Wouldn’t it be marvellous, if the people of West Yorkshire and the Dales, were astounded and amazed by you all, saying “Aren’t these Anglicans from the new Diocese? And how do we hear them, in our own language in which we were born, telling us about the great acts of God?”

Remember too, that the Holy Spirit also came in “divided tongues, as of fire … and a tongue rested on each one of them” (Acts 2:3), giving the disciples the art of demonstrating and communicating what God in Jesus Christ had done, was doing, and is doing.

Fire is a light which burns brightly. “And divided tongues, as of fire”, symbolize for us the truth that God’s life has invaded human life in ways that shatter old expectations.

God’s kiss of life as fire is light which burns brightly: revealing, guiding, illuminating, warming and purifying the heart and putting our earth-bound chaos to flight. As fire, the Holy Spirit generates energy and spreads if allowed to burn unhindered by our own confusion, lack of personal commitment, complacency, unconfessed sin, fear and unbelief.

Having bestowed the art of communicating on the Galilean disciples, the Holy Spirit also bestowed on the devout bystanders the gift of hearing. They said, “We hear them speaking in our own native languages (the languages in which we were brought up) about God’s deeds of power – the great things of God” (Acts 2:11).

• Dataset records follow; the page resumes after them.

describe('the discount sweep against what the per-step values allow', () => {
  it('crosses nothing on a linear-quadratic plant, where the sweep follows the closed form', async () => {
    const { assessment, dataset } = await assessSample('tank-levels');
    const curve = assessment.sensitivity!.curves.find((c) => c.parameter === 'discount')!;
    // The check ran (a sweep left unchecked would cross nothing either): no note says it was not checked.
    expect(assessment.sensitivity!.notes.filter((n) => /not checked/.test(n))).toEqual([]);
    // Every swept point and every resample reached by the iteration (the sweep's rule, reachedSolve): no gap, no pair checked only in part.
    expect(assessment.sensitivity!.notes.filter((n) => /checked without|checked only in part/.test(n))).toEqual([]);
    expect(curve.leftOut).toBeUndefined();
    expect(curve.series.every((s) => !s.beyondPossible)).toBe(true);
    expect(assessment.candidates.flatMap((c) => c.warnings).filter((w) => w.topic === SWEEP_CHECK_TOPIC)).toEqual([]);
    const tuned = curve.series.find((s) => s.name === assessment.candidates[0].name)!, policy = createGaussianPolicy(tankTunedPolicy, 2);
    const exact = curve.settings.map((g) => closedFormPolicyCost(lqClosedForm(tankPlant, tankOperatingPoint, policy, g), dataset.startStates, dataset.episodeCount));
    const errors = tuned.values.map((v, i) => v! / exact[i] - 1);
    console.log(`tank-levels, tuned candidate over γ ${curve.settings.map((g) => g.toFixed(4)).join(', ')}: J ${tuned.values.map((v) => v!.toFixed(3)).join(', ')}; closed form ${exact.map((v) => v.toFixed(3)).join(', ')}`);
    // Within the sampling error of a J from this log (its bootstrap s.e. is a few % of J here); measured 0.9–1.3 % off.
    for (const e of errors) expect(Math.abs(e)).toBeLessThan(0.03);
  }, 600_000);

  it('crosses the values that cannot be right on the heating loop, with a serious warning and the ranking verdict without them', async () => {
    const { assessment, dataset } = await assessSample('heating-loop');
    const curve = assessment.sensitivity!.curves.find((c) => c.parameter === 'discount')!, name = 'PI with a 2 %/min rate limit';
    const series = curve.series.find((s) => s.name === name)!;
    // The bound itself, on the logged costs (rewards are costs negated): every cost is positive, so J of the cost can only grow with γ.
    let least = Infinity;
    for (const r of dataset.rewards) least = Math.min(least, -r);
    expect(least).toBeGreaterThan(0);
    const v = series.values as number[], rise = possibleChange(least, Infinity, curve.settings[2], curve.settings[3]).lower;
    expect(rise).toBeGreaterThan(0);
    expect(v[3] - v[2]).toBeLessThan(rise); // the fit's fall from γ 0.95 to 0.966, against a rise of at least `rise`
    expect(series.beyondPossible).toEqual([false, false, false, true, true]);
    expect(curve.leftOut).toEqual([3, 4]);
    const warnings = assessment.candidates.find((c) => c.name === name)!.warnings.filter((w) => w.topic === SWEEP_CHECK_TOPIC);
    expect(warnings).toHaveLength(1);
    expect(warnings[0].severity).toBe('serious');
    // The two J are written at the change's interval's precision, one precision for numbers read together (JCGM 100 §7.2.6,
    // common practice): "from 10.69 … to 7.14 …: the change, −3.56 ([−6.50, −2.57])", not "to 7.136" beside "−3.56".
    expect(warnings[0].message).toMatch(/^J cannot go from 10\.69 at γ 0\.95 to 7\.14 at γ 0\.966: the change, -3\.\d\d \(90\u00a0% interval \[-\d\.\d\d, -\d\.\d\d\]/);
    expect(warnings[0].message).toMatch(/J can change only by no less than 0\./);
    // The resamples said are those the pair's interval rests on (a resample without a value at either discount is not one of them).
    const said = Number(/ on (\d+) resamples of the runs/.exec(warnings[0].message)![1]);
    expect(said).toBeGreaterThanOrEqual(100);
    expect(said).toBeLessThanOrEqual(200);
    // In the report the warning's minus is the tables' (U+2212): "the change, -3.56 (… [-6.50, -2.57] …)" was written with the terminal's.
    const report = diagnosticsSection({ assessment, assessmentProblems: [] } as unknown as ReportInput).html;
    const written = /J cannot go from [^<]*/.exec(report)![0];
    expect(written).toMatch(/the change, \u2212\d/);
    expect(written).not.toMatch(/(^|[\s[(,=])-\d/);
    // The other candidates' sweeps are consistent with their costs: nothing crossed, nothing said.
    for (const c of assessment.candidates.filter((x) => x.name !== name)) expect(c.warnings.filter((w) => w.topic === SWEEP_CHECK_TOPIC)).toEqual([]);
  }, 600_000);

  it('says why a sweep is not checked when the project asks for fewer resamples than the check needs', async () => {
    const { sensitivity: swept, warnings } = await sweepHeating((plan) => plan, { level: 0.9, seed: 1, resamples: 50 });
    expect(warnings.flat()).toEqual([]);
    // It said "re-solves a linear fit on 200 resamples … needs exact resampling within its budget", none of which was the reason.
    expect(swept.notes[0]).toBe('The discount sweep of the candidates is not checked against what the costs allow: the check needs at least 100 resamples of the runs and the project asks for 50.');
  }, 600_000);

  it('says so when a pair of discounts is left unchecked for want of resamples with a J at both', async () => {
    // Every start state mapped to run 0 (invented): a resample holds a start only when it draws that run, about 1 − (39/40)^40 ≈ 64 % of them,
    // so of 120 resamples about 77 give a J at all — fewer than the 100 a pair needs. Before, nothing said the sweep went unchecked.
    const toRunZero = (plan: Plan) => ({ ...plan, starts: { ...plan.starts, followEpisodes: true, episode: new Int32Array(plan.starts.count) } });
    const { sensitivity: swept, names } = await sweepHeating(toRunZero, { level: 0.9, seed: 1, resamples: 120 }, 1);
    expect(swept.notes[0]).toBe(`The discount sweep of “${names[0]}” is checked only in part: for 10 pairs of swept discounts fewer than 100 of the 120 resamples of the runs gave a J at both (the fitted Q-evaluation iteration did not reach it, or a resample without start states), and those pairs are not checked.`);
  }, 600_000);

  it('names a declared column’s bounds as the project’s word, not as what holds whatever the plant does', async () => {
    // Invented: the cost column declared within [0, 11] (every logged cost is in [0.018, 10.58]); J's fall from 10.69 still fails against it.
    const declared = (plan: Plan) => ({ ...plan, data: { ...plan.data, rewardBounds: { lower: -11, upper: 0, from: 'declaration' as const } } });
    const said = (await sweepHeating(declared, { level: 0.9, seed: 1, resamples: 200 })).warnings.flat().map((w) => w.message);
    expect(said).toHaveLength(1);
    expect(said[0]).toContain('since the project declares every step’s cost never below 0 and never above 11, so between these two discounts J can change only by between');
    expect(said[0]).not.toContain('whatever the plant does');
  }, 600_000);

  it('holds J to the definition’s bounds only: with none declared it checks nothing and says how to declare one', async () => {
    // The logged range is no bound for a candidate that takes the plant elsewhere: on the battery's blending-tank hold-out it crossed
    // four right values of a candidate that settles where every step costs more than any logged one (test/battery/README.md).
    const check = { level: 0.9, seed: 1, resamples: 200 };
    const { sensitivity: swept, warnings } = await sweepHeating((plan) => ({ ...plan, data: { ...plan.data, rewardBounds: undefined } }), check);
    expect(warnings.flat()).toEqual([]);
    expect(swept.curves[0].series.every((x) => !x.beyondPossible)).toBe(true);
    expect(swept.notes[0]).toMatch(/^The discount sweep is not checked against what the costs allow: .* this project’s cost has none\. Declare them/);
    // One end declared is enough for a fall: the sample's own declaration (never below 0) crosses the rate-limited PI's fall.
    const own = await sweepHeating((plan) => plan, check);
    expect(own.warnings.flat().map((w) => w.message)[0]).toContain('since the project declares every step’s cost never below 0, so between these two discounts J can change only by no less than 0.');
  }, 600_000);
});
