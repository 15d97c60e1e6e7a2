//! Stage 1, aerodynamics: drag and downforce from the forward speed.

use crate::params::Aero;

/// Aerodynamic forces of one evaluation.
#[derive(Debug, Clone, Copy, Default, PartialEq)]
pub struct AeroForces {
    /// Drag along body x, N (negative when moving forward).
    pub drag_force: f64,
    /// Total downforce, N (negative = lift).
    pub downforce: f64,
}

/// Drag and downforce at forward speed `vx` (m/s): F = ½·ρ·C·A·V², drag
/// opposing vx (Gillespie, *Fundamentals of Vehicle Dynamics*, ch. 4, road
/// loads: aerodynamic drag and lift, from memory for the chapter). Body-axis
/// vx stands in for the airspeed (no wind, sideslip neglected).
#[inline(always)]
pub fn aero_forces(aero: &Aero, vx: f64) -> AeroForces {
    let q = 0.5 * aero.air_density * vx * vx;
    AeroForces {
        drag_force: -0.5 * aero.air_density * aero.drag_area * vx * vx.abs(),
        downforce: q * aero.downforce_area,
    }
}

The coming of the Holy Spirit at Pentecost is a reversal of that story of Babel, in Genesis 11, where hubris, pride and the desire to make a name for themselves on their own, without God, resulted in confusion, with the builders losing the ability to understand each other’s speech. 

May all the men and women of this new Diocese be given the gift of attentive listening and may the Holy Spirit help you to receive the great gift of hearing as well as the art of communicating the great things of God, so that all hearers will come to know the marvellous love of God.

Furthermore, the Holy Spirit is the one who enables us to share in the life and the love in which the Father, the Son and the Holy Spirit have, from all eternity, had their being.

Tom Smail ends his book, The Giving Gift, in this way:

“By his Son and his Spirit, the two hands of God, the Father embraces his prodigal children and draws them to himself …” (p.214).

Forgiving their past sins. Giving them new Life in the present. And Hope for the future. And filling them with the Holy Spirit.

It happened to me, it happens to me. It isn’t a once-and-for-all experience. It isn’t the answer to all my problems. It isn’t just for my personal blessing. God longs to fill my heart with his love every day – a love to be shared with others.

So let’s not be afraid or embarrassed – let us open our lives to God’s Spirit who will fill us with God’s love and set our hearts free and on fire for him.

And our response surely is, Come, Holy Spirit, come! Fill the hearts of your people and kindle in us the fire of your love.